Masjid Agung Keraton Buton memiliki nilai sejarah yang begitu hebat. Tempat ibadah yang berusia lebih dari 300 tahun ini menjadi jejak peninggalan sejarah kesultanan Buton. Terletak di dalam bekas kompleks keraton Kesultanan Buton, hingga kini masjid masih digunakan masyarakat Kota Baubau dan Kabupaten Buton, Sulawesi Tenggara. Tradisi dan ritual keagamaan Islam pun mengakar kuat di sini.
Ada tradisi unik di masjid ini, yaitu ritual pelaksanaan Salat Jumat. Berbeda dengan salat jumat pada umumnya, masyarakat Buton memiliki tata cara yang cukup rumit dan unik sebelum melakukan salat jumat. Dari pemukulan bedug, azan yang berkumandang, imam khutbah bahkan busana pun memiliki peraturan dan tata cara sendiri.
Sebelum menjalankan tugas para pengurus masjid terlebih dahulu dilantik dengan penyerahan tongkat. Bahkan, seorang imam bisa dipecat sebagi imam jika salah dalam memegang tongkat.
Menjelang shalat, para pengurus masjid datang dan menyandarkan tongkat di tempat khusus. Tongkat pengkhotbah nanti diikat sejajar tiang mimbar. Sedangkan tongkat Moji seorang muazin akan selalu mereka bawa selama berkaitan dengan tugas-tugasnya.
"Dug..dug..dug" suara bedug menggema dari dalam masjid. Meski belum memasuki waktu ibadah salat jumat, namun sejak pukul enam pagi suara bedug sudah terdengar. Khusus hari Jumat, bedug akan dipukul sebanyak lima kali. Sejak pukul 6 pagi hingga 11 menjelang shalat Jumat.
Pemukul bedug juga bukanlah orang sembarangan, ada petugas khusus tersendiri yang boleh memukul bedug yang disebut Tungguna Ganda. Jumlah pukulan tidak boleh lebih atau kurang. Irama pukulan bedug pun juga harus sesuai dengan ketentuan yang telah ditetapkan. Bahkan ada busana khusus yang digunakan saat memukul bedug, petugas harus menggunakan kain tenun khas Buton.
Menjelang salat Jumat, Imam dengan busana putih menginjakkan kaki ke masjid.
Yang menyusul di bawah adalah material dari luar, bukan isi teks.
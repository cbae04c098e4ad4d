//! Reading what the user typed or named: axioms, files and their syntax errors.

use super::*;

/// Reads an axiom or class expression in Manchester or functional syntax.
pub(super) fn read_input(
    s: &Session,
    l: &Line,
    text: &str,
    off: usize,
    allow_new: bool,
) -> Result<Input, ShellError> {
    if text.trim().is_empty() {
        return Err(l.err("expected an axiom or a class expression", off));
    }
    match syntax::read_statement(text, &s.names, allow_new) {
        Ok(Statement::Axiom(a)) => Ok(Input::Axioms(a)),
        Ok(Statement::Class(c)) => Ok(Input::Class(c)),
        Err(e) => Err(l.err(e.message, off + e.offset)),
    }
}

/// Constructs outside what the reasoner supports, by the functional-syntax keyword that
/// writes them (to point at them in the input).
const UNSUPPORTED_WORDS: [&str; 12] = [
    "ObjectHasSelf",
    "ObjectPropertyChain",
    "ReflexiveObjectProperty",
    "IrreflexiveObjectProperty",
    "AsymmetricObjectProperty",
    "DisjointObjectProperties",
    "HasKey",
    "DataMinCardinality",
    "DataMaxCardinality",
    "DataExactCardinality",
    "DatatypeDefinition",
    "DLSafeRule",
];

/// Loads functional-syntax axioms into `kb`; errors point into `text` (at `off` of the
/// line). Without `allow_new`, an entity the KB did not know is an error.
pub(super) fn load_text(
    s: &Session,
    kb: &mut KnowledgeBase,
    l: &Line,
    text: &str,
    user_text: &str,
    off: usize,
    allow_new: bool,
) -> Result<Range<usize>, ShellError> {
    let sizes = |kb: &KnowledgeBase| {
        (
            kb.vocab.classes.len(),
            kb.vocab.props.len(),
            kb.vocab.data_props.len(),
            kb.vocab.individuals.len(),
        )
    };
    let before = sizes(kb);
    let doc = format!("{}{text}", s.prefix_block());
    let same = text == user_text;
    let range = match load::load_axioms_text(kb, "input", &doc) {
        Ok(r) => r,
        Err(KbError::Syntax { reason, .. }) => {
            // Lines before the input: the prefix declarations and the `Ontology(` line.
            let header = s.prefixes.len() + 1;
            let at = if same {
                position_in(&reason, text, header).unwrap_or(0)
            } else {
                0
            };
            return Err(l.err(syntax_message(&reason, at >= text.len()), off + at));
        }
        Err(KbError::Unsupported { reason, .. }) => {
            let at = UNSUPPORTED_WORDS
                .iter()
                .filter_map(|w| user_text.find(w))
                .min()
                .unwrap_or(0);
            return Err(l.err(format!("unsupported construct: {reason}"), off + at));
        }
        Err(e) => return Err(l.err(e.to_string(), off)),
    };
    let after = sizes(kb);
    if !allow_new && after != before {
        let new: Vec<(Kind, String)> = [
            (
                Kind::Class,
                kb.vocab
                    .classes
                    .iter()
                    .skip(before.0)
                    .cloned()
                    .collect::<Vec<_>>(),
            ),
            (
                Kind::ObjectProperty,
                kb.vocab.props.iter().skip(before.1).cloned().collect(),
            ),
            (
                Kind::DataProperty,
                kb.vocab.data_props.iter().skip(before.2).cloned().collect(),
            ),
            (
                Kind::Individual,
                kb.vocab
                    .individuals
                    .iter()
                    .skip(before.3)
                    .cloned()
                    .collect(),
            ),
        ]
        .into_iter()
        .flat_map(|(k, v)| v.into_iter().map(move |i| (k, i)))
        // `_:` names are anonymous individuals and the universal role's hidden hub.
        .filter(|(_, iri)| !iri.starts_with("_:"))
        .collect();
        if let Some((k, iri)) = new.first() {
            let short = s.names.short(iri);
            let at = user_text
                .find(&format!("<{iri}>"))
                .or_else(|| user_text.find(short.as_str()))
                .or_else(|| user_text.find(fragment(iri)))
                .unwrap_or(0);
            return Err(l.err(
                format!(
                    "unknown {} <{iri}>; it does not occur in the knowledge base",
                    k.word()
                ),
                off + at,
            ));
        }
    }
    Ok(range)
}

/// The parser's message in one line: what it expected.
fn syntax_message(reason: &str, at_end: bool) -> String {
    let expected = reason
        .lines()
        .find_map(|l| l.trim().strip_prefix("= "))
        .map(|e| {
            e.trim_end_matches(". Fix the text at that position.")
                .to_string()
        });
    let what = expected.unwrap_or_else(|| {
        reason
            .lines()
            .next()
            .unwrap_or(reason)
            .trim_start_matches(|c: char| c != ':' && !c.is_whitespace())
            .trim_start_matches(':')
            .trim()
            .to_string()
    });
    if at_end {
        format!("functional syntax ends too early ({what}); close every parenthesis")
    } else {
        format!("functional syntax: {what}")
    }
}

/// The byte offset in `text` of a parser message's "line L, column C" (after our
/// relocation) or "--> L:C" (the parser's own, counting `header` lines before the text).
fn position_in(reason: &str, text: &str, header: usize) -> Option<usize> {
    let (line, col) = if let Some(i) = reason.find("line ") {
        let rest = &reason[i + 5..];
        let line: usize = rest.split(',').next()?.trim().parse().ok()?;
        let j = rest.find("column ")?;
        let col: usize = rest[j + 7..]
            .chars()
            .take_while(|c| c.is_ascii_digit())
            .collect::<String>()
            .parse()
            .ok()?;
        (line, col)
    } else {
        let i = reason.find("--> ")?;
        let rest = &reason[i + 4..];
        let (l, c) = rest.split_once(':')?;
        let line: usize = l.trim().parse().ok()?;
        let col: usize = c
            .chars()
            .take_while(|c| c.is_ascii_digit())
            .collect::<String>()
            .parse()
            .ok()?;
        (line.checked_sub(header)?, col)
    };
    if line == 0 {
        return Some(0);
    }
    let mut off = 0;
    for (n, l) in text.split('\n').enumerate() {
        if n + 1 == line {
            return Some((off + col.saturating_sub(1)).min(text.len()));
        }
        off += l.len() + 1;
    }
    Some(text.len())
}
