/// Reads a NIfTI-1 label map (`.nii` or `.nii.gz`, gzip recognised by its magic bytes).
pub fn read_label_map(path: &Path) -> Result<LabelMap, SpatialError> {
    let file = File::open(path).map_err(|e| bad(path, format!("cannot open: {e}")))?;
    let file_len = file.metadata().map(|m| m.len()).unwrap_or(0);
    let mut raw = BufReader::new(file);
    let mut magic = [0u8; 2];
    let n = read_full(&mut raw, &mut magic).map_err(|e| bad(path, format!("cannot read: {e}")))?;
    let gz = n == 2 && magic == [0x1f, 0x8b];
    let chained = std::io::Cursor::new(magic[..n].to_vec()).chain(raw);
    let mut input: Box<dyn Read> = if gz {
        Box::new(BufReader::new(MultiGzDecoder::new(chained)))
    } else {
        Box::new(chained)
    };
    let io_msg = |e: std::io::Error| {
        if gz {
            format!("the gzip stream is truncated or corrupt ({e}); re-export the file")
        } else {
            format!("cannot read: {e}")
        }
    };

    let mut hbuf = [0u8; 348];
    let got = read_full(&mut input, &mut hbuf).map_err(|e| bad(path, io_msg(e)))?;
    if got >= 4 {
        let le = i32::from_le_bytes([hbuf[0], hbuf[1], hbuf[2], hbuf[3]]);
        let be = i32::from_be_bytes([hbuf[0], hbuf[1], hbuf[2], hbuf[3]]);
        if le == 540 || be == 540 {
            return Err(bad(
                path,
                "this is a NIfTI-2 file; only NIfTI-1 is supported (convert it to NIfTI-1, e.g. resave with 32-bit dimensions)",
            ));
        }
        if le != 348 && be != 348 {
            return Err(bad(path, "not a NIfTI-1 file (sizeof_hdr is not 348)"));
        }
    }
    if got < 348 {
        return Err(bad(
            path,
            format!("only {got} bytes, too short for a NIfTI-1 header (348 bytes)"),
        ));
    }
    let h = nifti::NiftiHeader::from_reader(&hbuf[..])
        .map_err(|e| bad(path, format!("unreadable NIfTI-1 header: {e}")))?;
    if &h.magic == b"ni1\0" {
        return Err(bad(
            path,
            "a header-only .hdr file (magic ni1); give a single-file .nii or .nii.gz",
        ));
    }
    let little = matches!(h.endianness, nifti::Endianness::Little);

    // Dimensions: dim is signed in nifti1.h; the crate reads it as u16.
    let dim: Vec<i64> = h.dim.iter().map(|&d| d as i16 as i64).collect();
    let nd = dim[0];
    if !(1..=7).contains(&nd) {
        return Err(bad(
            path,
            format!("dim[0] = {nd} is not a number of dimensions between 1 and 7"),
        ));
    }
    let nd = nd as usize;
    for (a, &d) in dim.iter().enumerate().take(nd + 1).skip(1) {
        if d < 1 {
            return Err(bad(
                path,
                format!("dim[{a}] = {d}; every dimension must be at least 1"),
            ));
        }
    }
    if nd > 3 && dim[4..=nd].iter().any(|&d| d > 1) {
        return Err(bad(
            path,
            format!(
                "{nd}-dimensional data (dim = {:?}); give one 3D label map per file",
                &dim[1..=nd]
            ),
        ));
    }
    let shape = [
        dim[1] as usize,
        if nd >= 2 { dim[2] as usize } else { 1 },
        if nd >= 3 { dim[3] as usize } else { 1 },
    ];
    let total = shape[0]
        .checked_mul(shape[1])
        .and_then(|v| v.checked_mul(shape[2]))
        .unwrap_or(usize::MAX);
    if total > MAX_VOXELS {
        return Err(bad(
            path,
            format!(
                "absurd dimensions {shape:?} ({total} voxels, limit {MAX_VOXELS}); check the header"
            ),
        ));
    }

    let bpv = bytes_per_voxel(h.datatype).ok_or_else(|| {
        bad(
            path,
            format!(
                "datatype {} is not an integer label type (use uint8, int8, uint16, int16, uint32 or int32)",
                h.datatype
            ),
        )
    })?;
    let is_float = h.datatype == dtype::FLOAT32 || h.datatype == dtype::FLOAT64;

    let vo = h.vox_offset;
    if !vo.is_finite() || vo < 348.0 || vo.fract() != 0.0 || vo > 1.0e9 {
        return Err(bad(
            path,
            format!("vox_offset {vo} is not a valid data offset for a .nii file"),
        ));
    }
    let vo = vo as u64;
    let need = (total as u64).saturating_mul(bpv as u64);
    if !gz && file_len != vo + need {
        return Err(bad(
            path,
            format!(
                "the header's dimensions {shape:?} × {bpv} bytes need {need} bytes of data after offset {vo}, but the file holds {}",
                file_len.saturating_sub(vo)
            ),
        ));
    }
    // Skip the extensions without allocating for them.
    let want = vo - 348;
    let got = std::io::copy(&mut (&mut input).take(want), &mut std::io::sink())
        .map_err(|e| bad(path, io_msg(e)))?;
    if got < want {
        return Err(bad(
            path,
            "the file ends inside the header extensions (before vox_offset)",
        ));
    }

    let affine_and_warn = header_affine(&h, path)?;

    // Decode the voxels in chunks, mapping each distinct raw value to a code.
    let mut codes: Vec<u16> = Vec::new();
    let mut raw_values: Vec<f64> = Vec::new();
    let mut index: HashMap<u64, u16> = HashMap::new();
    let mut last: Option<(u64, u16)> = None;
    let chunk_vox = (1 << 20) / bpv;
    let mut buf = vec![0u8; chunk_vox * bpv];
    let mut done = 0usize;
    while done < total {
        let nvox = chunk_vox.min(total - done);
        let want = &mut buf[..nvox * bpv];
        let got = read_full(&mut input, want).map_err(|e| bad(path, io_msg(e)))?;
        if got < want.len() {
            return Err(bad(
                path,
                format!(
                    "the data end after {} of {total} voxels; the header's dimensions {shape:?} do not match the data (or the file is truncated)",
                    done + got / bpv
                ),
            ));
        }
        codes.reserve(nvox);
        for v in 0..nvox {
            let b = &want[v * bpv..(v + 1) * bpv];
            let (key, val) = decode(b, h.datatype, little);
            if let Some((k, c)) = last
                && k == key
            {
                codes.push(c);
                continue;
            }
            let c = match index.get(&key) {
                Some(&c) => c,
                None => {
                    if is_float {
                        let i = done + v;
                        let at = [
                            i % shape[0],
                            (i / shape[0]) % shape[1],
                            i / (shape[0] * shape[1]),
                        ];
                        if val.is_nan() {
                            return Err(bad(
                                path,
                                format!("NaN at voxel {at:?}; labels must be integers"),
                            ));
                        }
                        if !val.is_finite() || val.fract() != 0.0 || val.abs() > 9.0e15 {
                            return Err(bad(
                                path,
                                format!(
                                    "float-valued label {val} at voxel {at:?}; labels must be integers"
                                ),
                            ));
                        }
                    }
                    if raw_values.len() >= MAX_DISTINCT_LABELS {
                        return Err(bad(
                            path,
                            format!(
                                "more than {MAX_DISTINCT_LABELS} distinct label values; is this really a label map?"
                            ),
                        ));
                    }
                    let c = raw_values.len() as u16;
                    raw_values.push(val);
                    index.insert(key, c);
                    c
                }
            };
            last = Some((key, c));
            codes.push(c);
        }
        done += nvox;
    }
    if gz {
        let mut extra = [0u8; 1];
        let got = read_full(&mut input, &mut extra).map_err(|e| bad(path, io_msg(e)))?;
        if got > 0 {
            return Err(bad(
                path,
                format!(
                    "more data than the header's dimensions {shape:?} describe; the header does not match the data"
                ),
            ));
        }
    }

    // Scaling (nifti1.h: value = scl_slope · stored + scl_inter, when scl_slope ≠ 0).
    let slope = h.scl_slope as f64;
    let inter = h.scl_inter as f64;
    let scaled = slope != 0.0 && slope.is_finite() && !(slope == 1.0 && inter == 0.0);
    let mut values = Vec::with_capacity(raw_values.len());
    for &r in &raw_values {
        let v = if scaled { slope * r + inter } else { r };
        if !v.is_finite() || (v - v.round()).abs() > 1e-6 || v.abs() > 9.0e15 {
            return Err(bad(
                path,
                format!(
                    "stored label {r} becomes {v} after scl_slope = {slope}, scl_inter = {inter}; labels must stay integers (set scl_slope to 0 or 1)"
                ),
            ));
        }
        values.push(v.round() as i64);
    }

    let name = path
        .file_name()
        .map(|s| s.to_string_lossy().into_owned())
        .unwrap_or_default();
    let (affine, affine_source, warnings) = affine_and_warn;
    Ok(LabelMap {
        path: path.to_path_buf(),
        name,
        shape,
        affine,
        affine_source,
        values,
        codes,
        warnings,
    })
}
Ia salat sunat dua rakaat terlebih dahulu. Diantar salah seorang dari tungguna ganda, sang imam lalu melangkah di atas bentangan kain putih yang menuju ke mihrabnya.
Azan akan segera berkumandang, pemimpin muazin melapor pada imam untuk mengumandangkan azan. Sang imam pun mengangguk menyetujui. Empat orang muazin langsung berdiri sekaligus mengumandangkan panggilan salat dengan irama yang beda satu sama lain.
Muazin di MAsjid Agung Keraton Buton memang berbeda dengan masjid pada umumnya yang hanya dikumandangkan olehh 1 orang saja. Para muadzin ini merupakan pejabat-pejabat Moji yang secara bergantian bertugas disetiap minggunya.Setelah azan, khatib mulai berkhutbah dan dilanjutkan ibadah Salat Jumat seperti biasa.